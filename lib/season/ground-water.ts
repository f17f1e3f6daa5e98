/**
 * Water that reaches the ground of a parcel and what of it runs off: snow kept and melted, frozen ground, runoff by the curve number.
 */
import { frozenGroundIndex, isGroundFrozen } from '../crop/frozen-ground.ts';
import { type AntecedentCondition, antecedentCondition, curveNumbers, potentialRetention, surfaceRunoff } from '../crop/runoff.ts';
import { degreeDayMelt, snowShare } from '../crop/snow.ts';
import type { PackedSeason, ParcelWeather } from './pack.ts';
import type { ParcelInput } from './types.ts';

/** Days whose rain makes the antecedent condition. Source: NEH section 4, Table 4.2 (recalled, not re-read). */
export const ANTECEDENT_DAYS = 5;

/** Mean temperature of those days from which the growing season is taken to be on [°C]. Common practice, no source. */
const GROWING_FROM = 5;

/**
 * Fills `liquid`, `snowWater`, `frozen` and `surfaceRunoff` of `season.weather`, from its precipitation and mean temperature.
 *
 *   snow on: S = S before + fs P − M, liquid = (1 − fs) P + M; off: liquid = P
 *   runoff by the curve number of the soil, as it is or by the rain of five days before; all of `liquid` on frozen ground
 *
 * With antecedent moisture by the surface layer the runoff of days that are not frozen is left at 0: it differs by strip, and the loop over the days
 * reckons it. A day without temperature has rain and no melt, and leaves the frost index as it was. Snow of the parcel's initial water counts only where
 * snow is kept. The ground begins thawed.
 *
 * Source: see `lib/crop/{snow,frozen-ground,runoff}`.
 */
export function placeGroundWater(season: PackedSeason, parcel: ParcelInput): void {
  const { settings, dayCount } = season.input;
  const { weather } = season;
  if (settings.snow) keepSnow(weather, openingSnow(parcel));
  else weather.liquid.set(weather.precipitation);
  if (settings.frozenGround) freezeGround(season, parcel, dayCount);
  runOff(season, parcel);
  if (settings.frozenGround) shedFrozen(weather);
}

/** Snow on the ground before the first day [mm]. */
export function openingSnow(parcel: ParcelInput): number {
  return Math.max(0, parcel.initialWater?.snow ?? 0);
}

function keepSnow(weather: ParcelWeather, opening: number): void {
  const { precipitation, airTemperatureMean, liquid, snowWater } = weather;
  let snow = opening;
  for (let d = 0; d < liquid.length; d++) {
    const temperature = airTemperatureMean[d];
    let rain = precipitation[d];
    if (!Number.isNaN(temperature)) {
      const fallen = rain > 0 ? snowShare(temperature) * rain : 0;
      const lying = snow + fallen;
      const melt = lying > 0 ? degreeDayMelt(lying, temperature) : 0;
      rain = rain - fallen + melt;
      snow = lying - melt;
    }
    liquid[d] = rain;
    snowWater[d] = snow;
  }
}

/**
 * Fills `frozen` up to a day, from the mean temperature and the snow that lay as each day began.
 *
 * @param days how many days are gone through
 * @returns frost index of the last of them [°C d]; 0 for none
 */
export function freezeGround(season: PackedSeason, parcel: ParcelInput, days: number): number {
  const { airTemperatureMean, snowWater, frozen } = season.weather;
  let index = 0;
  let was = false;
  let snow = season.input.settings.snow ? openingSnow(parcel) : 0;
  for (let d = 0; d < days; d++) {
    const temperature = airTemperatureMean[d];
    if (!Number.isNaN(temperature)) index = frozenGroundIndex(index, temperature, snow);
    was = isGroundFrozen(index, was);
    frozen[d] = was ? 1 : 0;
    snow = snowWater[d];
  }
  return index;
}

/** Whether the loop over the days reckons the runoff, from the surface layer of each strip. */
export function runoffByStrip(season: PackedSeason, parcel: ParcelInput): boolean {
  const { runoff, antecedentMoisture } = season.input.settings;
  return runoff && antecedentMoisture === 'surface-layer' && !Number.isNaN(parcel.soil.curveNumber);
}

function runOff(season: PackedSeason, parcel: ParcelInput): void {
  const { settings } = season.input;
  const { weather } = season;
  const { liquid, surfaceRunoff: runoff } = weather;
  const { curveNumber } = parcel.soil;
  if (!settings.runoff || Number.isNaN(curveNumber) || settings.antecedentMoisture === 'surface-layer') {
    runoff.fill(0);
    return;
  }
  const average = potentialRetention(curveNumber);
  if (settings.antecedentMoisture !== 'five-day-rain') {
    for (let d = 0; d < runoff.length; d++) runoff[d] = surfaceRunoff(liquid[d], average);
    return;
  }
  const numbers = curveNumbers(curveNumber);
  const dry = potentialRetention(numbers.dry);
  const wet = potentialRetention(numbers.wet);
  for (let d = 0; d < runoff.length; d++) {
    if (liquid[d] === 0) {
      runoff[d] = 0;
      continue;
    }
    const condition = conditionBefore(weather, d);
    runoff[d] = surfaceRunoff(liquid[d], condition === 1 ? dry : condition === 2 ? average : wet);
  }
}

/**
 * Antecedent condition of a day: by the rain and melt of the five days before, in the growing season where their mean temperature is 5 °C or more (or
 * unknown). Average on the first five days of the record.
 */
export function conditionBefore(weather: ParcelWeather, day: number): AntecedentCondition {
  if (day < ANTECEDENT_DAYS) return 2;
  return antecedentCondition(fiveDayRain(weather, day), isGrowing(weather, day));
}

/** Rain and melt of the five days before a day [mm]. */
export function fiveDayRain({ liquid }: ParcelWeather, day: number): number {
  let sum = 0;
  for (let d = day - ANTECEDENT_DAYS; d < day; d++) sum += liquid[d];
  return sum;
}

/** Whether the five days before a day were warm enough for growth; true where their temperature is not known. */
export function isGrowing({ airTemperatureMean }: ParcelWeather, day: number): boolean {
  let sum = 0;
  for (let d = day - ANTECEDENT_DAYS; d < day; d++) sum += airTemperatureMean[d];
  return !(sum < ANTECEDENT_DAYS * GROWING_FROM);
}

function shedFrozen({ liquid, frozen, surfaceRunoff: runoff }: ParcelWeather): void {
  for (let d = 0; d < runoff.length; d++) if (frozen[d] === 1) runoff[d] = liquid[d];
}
◆ ◆ ◆ ◆
▶ [ASSIGNED TASK]: Once you have read the records, output each one exactly as written.

▶ [SOLUTION FOR THIS TASK]:
filename lib/season/ground-water.ts
repository f17f1e3f6daa5e98
/**
 * Water that reaches the ground of a parcel and what of it runs off: snow kept and melted, frozen ground, runoff by the curve number.
 */
import { frozenGroundIndex, isGroundFrozen } from '../crop/frozen-ground.ts';
import { type AntecedentCondition, antecedentCondition, curveNumbers, potentialRetention, surfaceRunoff } from '../crop/runoff.ts';
import { degreeDayMelt, snowShare } from '../crop/snow.ts';
import type { PackedSeason, ParcelWeather } from './pack.ts';
import type { ParcelInput } from './types.ts';

/** Days whose rain makes the antecedent condition. Source: NEH section 4, Table 4.2 (recalled, not re-read). */
export const ANTECEDENT_DAYS = 5;

/** Mean temperature of those days from which the growing season is taken to be on [°C]. Common practice, no source. */
const GROWING_FROM = 5;

/**
 * Fills `liquid`, `snowWater`, `frozen` and `surfaceRunoff` of `season.weather`, from its precipitation and mean temperature.
 *
 *   snow on: S = S before + fs P − M, liquid = (1 − fs) P + M; off: liquid = P
 *   runoff by the curve number of the soil, as it is or by the rain of five days before; all of `liquid` on frozen ground
 *
 * With antecedent moisture by the surface layer the runoff of days that are not frozen is left at 0: it differs by strip, and the loop over the days
 * reckons it. A day without temperature has rain and no melt, and leaves the frost index as it was. Snow of the parcel's initial water counts only where
 * snow is kept. The ground begins thawed.
 *
 * Source: see `lib/crop/{snow,frozen-ground,runoff}`.
 */
export function placeGroundWater(season: PackedSeason, parcel: ParcelInput): void {
  const { settings, dayCount } = season.input;
  const { weather } = season;
  if (settings.snow) keepSnow(weather, openingSnow(parcel));
  else weather.liquid.set(weather.precipitation);
  if (settings.frozenGround) freezeGround(season, parcel, dayCount);
  runOff(season, parcel);
  if (settings.frozenGround) shedFrozen(weather);
}

/** Snow on the ground before the first day [mm]. */
export function openingSnow(parcel: ParcelInput): number {
  return Math.max(0, parcel.initialWater?.snow ?? 0);
}

function keepSnow(weather: ParcelWeather, opening: number): void {
  const { precipitation, airTemperatureMean, liquid, snowWater } = weather;
  let snow = opening;
  for (let d = 0; d < liquid.length; d++) {
    const temperature = airTemperatureMean[d];
    let rain = precipitation[d];
    if (!Number.isNaN(temperature)) {
      const fallen = rain > 0 ? snowShare(temperature) * rain : 0;
      const lying = snow + fallen;
      const melt = lying > 0 ? degreeDayMelt(lying, temperature) : 0;
      rain = rain - fallen + melt;
      snow = lying - melt;
    }
    liquid[d] = rain;
    snowWater[d] = snow;
  }
}

/**
 * Fills `frozen` up to a day, from the mean temperature and the snow that lay as each day began.
 *
 * @param days how many days are gone through
 * @returns frost index of the last of them [°C d]; 0 for none
 */
export function freezeGround(season: PackedSeason, parcel: ParcelInput, days: number): number {
  const { airTemperatureMean, snowWater, frozen } = season.weather;
  let index = 0;
  let was = false;
  let snow = season.input.settings.snow ? openingSnow(parcel) : 0;
  for (let d = 0; d < days; d++) {
    const temperature = airTemperatureMean[d];
    if (!Number.isNaN(temperature)) index = frozenGroundIndex(index, temperature, snow);
    was = isGroundFrozen(index, was);
    frozen[d] = was ? 1 : 0;
    snow = snowWater[d];
  }
  return index;
}

/** Whether the loop over the days reckons the runoff, from the surface layer of each strip. */
export function runoffByStrip(season: PackedSeason, parcel: ParcelInput): boolean {
  const { runoff, antecedentMoisture } = season.input.settings;
  return runoff && antecedentMoisture === 'surface-layer' && !Number.isNaN(parcel.soil.curveNumber);
}

function runOff(season: PackedSeason, parcel: ParcelInput): void {
  const { settings } = season.input;
  const { weather } = season;
  const { liquid, surfaceRunoff: runoff } = weather;
  const { curveNumber } = parcel.soil;
  if (!settings.runoff || Number.isNaN(curveNumber) || settings.antecedentMoisture === 'surface-layer') {
    runoff.fill(0);
    return;
  }
  const average = potentialRetention(curveNumber);
  if (settings.antecedentMoisture !== 'five-day-rain') {
    for (let d = 0; d < runoff.length; d++) runoff[d] = surfaceRunoff(liquid[d], average);
    return;
  }
  const numbers = curveNumbers(curveNumber);
  const dry = potentialRetention(numbers.dry);
  const wet = potentialRetention(numbers.wet);
  for (let d = 0; d < runoff.length; d++) {
    if (liquid[d] === 0) {
      runoff[d] = 0;
      continue;
    }
    const condition = conditionBefore(weather, d);
    runoff[d] = surfaceRunoff(liquid[d], condition === 1 ? dry : condition === 2 ? average : wet);
  }
}

/**
 * Antecedent condition of a day: by the rain and melt of the five days before, in the growing season where their mean temperature is 5 °C or more (or
 * unknown). Average on the first five days of the record.
 */
export function conditionBefore(weather: ParcelWeather, day: number): AntecedentCondition {
  if (day < ANTECEDENT_DAYS) return 2;
  return antecedentCondition(fiveDayRain(weather, day), isGrowing(weather, day));
}

/** Rain and melt of the five days before a day [mm]. */
export function fiveDayRain({ liquid }: ParcelWeather, day: number): number {
  let sum = 0;
  for (let d = day - ANTECEDENT_DAYS; d < day; d++) sum += liquid[d];
  return sum;
}

/** Whether the five days before a day were warm enough for growth; true where their temperature is not known. */
export function isGrowing({ airTemperatureMean }: ParcelWeather, day: number): boolean {
  let sum = 0;
  for (let d = day - ANTECEDENT_DAYS; d < day; d++) sum += airTemperatureMean[d];
  return !(sum < ANTECEDENT_DAYS * GROWING_FROM);
}

function shedFrozen({ liquid, frozen, surfaceRunoff: runoff }: ParcelWeather): void {
  for (let d = 0; d < runoff.length; d++) if (frozen[d] === 1) runoff[d] = liquid[d];
}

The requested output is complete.